● **EXERCISE BRIEF**:
Note each line of the entries that includes "dashed". Then copy those lines.

Dataset items:

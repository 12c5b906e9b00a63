//! Every year of the record: the share of the water asked for that arrived, and the river under it.

use super::{Legend, Plot, TICK, each, side_pt, side_words};
use crate::handout::flow::Block;
use crate::handout::model::{At, Ink, Node, Piece, Role};
use crate::handout::pen::{End, area, corners, dashed, edged, letters, line, round, straight};
use crate::picture::views::scene::{RunShown, Scene};
use crate::words::{Quantity, Words};

/// Room for the names of the years.
const NAMES: f64 = 12.0;

/// The charts in a box of that size, with `alt` as their words.
pub(in crate::handout) fn years(scene: &Scene<'_>, voices: &[&Words], width: f64, high: f64, alt: String) -> Block {
    let count = scene.now.years.len().min(scene.was.years.len());
    let has_supply =
        [scene.was, scene.now].iter().any(|run| run.years.iter().any(|year| year.signs.supply_ratio.is_some()));
    let side = side_pt(voices);
    let (mut pieces, legend_high) =
        if has_supply { legend(scene, voices).lay_out(side, width - side) } else { (Vec::new(), 4.0) };
    let body = high - legend_high - NAMES;
    let river_high = if has_supply { body * 0.3 } else { body };
    let across = (0.0, count.max(1) as f64);
    let supply = Plot {
        left: side,
        top: legend_high,
        wide: width - side,
        high: body - river_high - 6.0,
        across,
        up: (0.0, 1.05),
    };
    let flows = scene.was.years.iter().chain(scene.now.years).map(|year| year.signs.natural_flow_hm3);
    let most = flows.fold(0.0, f64::max);
    let river = Plot {
        left: side,
        top: high - NAMES - river_high,
        wide: width - side,
        high: river_high,
        across,
        up: (0.0, if most > 0.0 { most * 1.02 } else { 1.0 }),
    };
    chosen(&mut pieces, &river, if has_supply { supply.top } else { river.top }, scene);
    if has_supply {
        shares(&mut pieces, &supply, count, scene, voices);
    }
    bars(&mut pieces, &river, count, most, scene, voices);
    names(&mut pieces, &river, count, scene);
    Block::one(Node::of(Role::Figure(alt), pieces), high)
}

fn legend(scene: &Scene<'_>, voices: &[&Words]) -> Legend {
    let mut legend = Legend::default();
    let say = |id: &str| each(voices, |words| words.say(id, &[])).join(" · ");
    legend.entry(&say("page-years-was-enough"), |x, y, wide, high| dot(At::new(x + wide / 2.0, y + high / 2.0)));
    legend.entry(&say("page-years-was-short"), |x, y, wide, high| open(At::new(x + wide / 2.0, y + high / 2.0)));
    if scene.changed() {
        legend.entry(&say("picture-as-it-was"), |x, y, wide, high| tick(x + wide / 2.0, y + high / 2.0));
    }
    legend
}

/// A pale ground under the year that the other charts show.
fn chosen(pieces: &mut Vec<Piece>, plot: &Plot, top: f64, scene: &Scene<'_>) {
    let year = scene.now.chosen_year as f64;
    let (x, next) = (plot.x(year), plot.x(year + 1.0));
    pieces.push(area(vec![corners(x, top, next - x, plot.foot() - top)], Ink::Snow));
}

fn shares(pieces: &mut Vec<Piece>, plot: &Plot, count: usize, scene: &Scene<'_>, voices: &[&Words]) {
    let right = plot.left + plot.wide;
    let level = |share: f64, width: f64, ink: Ink| {
        straight(At::new(plot.left, plot.y(share)), At::new(right, plot.y(share)), width, ink)
    };
    pieces.push(level(0.0, 0.5, Ink::Rule));
    let enough = scene.all_years.enough_share;
    let y = plot.y(enough);
    pieces.push(dashed(vec![vec![At::new(plot.left, y), At::new(right, y)]], 0.5, Ink::Black, (1.0, 1.6)));
    let mut stems = Vec::new();
    let mut marks = Vec::new();
    let share = |run: &RunShown<'_>, index: usize| run.years.get(index).and_then(|year| year.signs.supply_ratio);
    for index in 0..count {
        let x = plot.x(index as f64 + 0.5);
        let (was, now) = (share(&scene.was, index), share(&scene.now, index));
        if let Some(was) = was.filter(|_| scene.changed()) {
            marks.extend(tick(x, plot.y(was)));
            if let Some(now) = now {
                stems.push(vec![At::new(x, plot.y(was)), At::new(x, plot.y(now))]);
            }
        }
        if let Some(now) = now {
            let at = At::new(x, plot.y(now));
            marks.extend(if now >= enough { dot(at) } else { open(at) });
        }
    }
    pieces.push(line(stems, 0.5, Ink::Rule));
    pieces.append(&mut marks);
    let names = each(voices, |words| words.say("sign-supply-ratio.short", &[]));
    let line = |words: &Words| words.say("page-years-line", &[("share", words.percent(enough * 100.0, 0).into())]);
    pieces.extend(side_words(&names, &each(voices, line), plot.top, plot.left - 8.0));
}

fn bars(pieces: &mut Vec<Piece>, plot: &Plot, count: usize, most: f64, scene: &Scene<'_>, voices: &[&Words]) {
    let flow = |run: &RunShown<'_>, index: usize| run.years.get(index).map_or(0.0, |year| year.signs.natural_flow_hm3);
    let pad = (plot.wide / count.max(1) as f64 * 0.16).min(3.0);
    let mut solid = Vec::new();
    let mut tops = Vec::new();
    for index in 0..count {
        let (x, next) = (plot.x(index as f64) + pad, plot.x(index as f64 + 1.0) - pad);
        let y = plot.y(flow(&scene.now, index));
        solid.push(corners(x, y, next - x, plot.foot() - y));
        let was = plot.y(flow(&scene.was, index));
        tops.push(vec![At::new(x, was), At::new(next, was)]);
    }
    pieces.push(area(solid, Ink::Water));
    if scene.changed() {
        pieces.push(line(tops, 0.8, Ink::Black));
    }
    pieces.push(straight(At::new(plot.left, plot.foot()), At::new(plot.left + plot.wide, plot.foot()), 0.5, Ink::Rule));
    let names = each(voices, |words| words.say("term-river.short", &[]));
    let scale = |words: &Words| format!("0–{}", words.quantity(most, Quantity::StoredVolume, scene.units, 2));
    pieces.extend(side_words(&names, &each(voices, scale), plot.top, plot.left - 8.0));
}

/// As many years are named as there is room for, at even steps.
fn names(pieces: &mut Vec<Piece>, plot: &Plot, count: usize, scene: &Scene<'_>) {
    let slot = plot.wide / count.max(1) as f64;
    let step = [1, 2, 5, 10, 20, 50, 100].into_iter().find(|step| slot * f64::from(*step) > 26.0).unwrap_or(100);
    let mut ticks = Vec::new();
    for index in 0..count {
        let Some(report) = scene.now.years.get(index) else { continue };
        let year = report.signs.water_year;
        if year % step != 0 && step > 1 {
            continue;
        }
        let x = plot.x(index as f64 + 0.5);
        ticks.push(vec![At::new(x, plot.foot()), At::new(x, plot.foot() + 2.5)]);
        pieces.push(letters(&year.to_string(), At::new(x, plot.foot() + 9.0), End::Middle, TICK));
    }
    pieces.push(line(ticks, 0.5, Ink::Rule));
}

fn dot(at: At) -> Vec<Piece> {
    vec![area(vec![round(at, 2.3)], Ink::Water)]
}

/// A year that was not enough: an open wedge with its point down.
fn open(at: At) -> Vec<Piece> {
    let wedge = vec![At::new(at.x - 2.7, at.y - 2.1), At::new(at.x + 2.7, at.y - 2.1), At::new(at.x, at.y + 2.7)];
    vec![edged(vec![wedge], Some(Ink::Paper), 0.9, Ink::Lack)]
}

fn tick(x: f64, y: f64) -> Vec<Piece> {
    vec![straight(At::new(x - 3.0, y), At::new(x + 3.0, y), 0.9, Ink::Black)]
}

● **SOLUTION**:
use crate::handout::pen::{End, area, corners, dashed, edged, letters, line, round, straight};
    pieces.push(dashed(vec![vec![At::new(plot.left, y), At::new(right, y)]], 0.5, Ink::Black, (1.0, 1.6)));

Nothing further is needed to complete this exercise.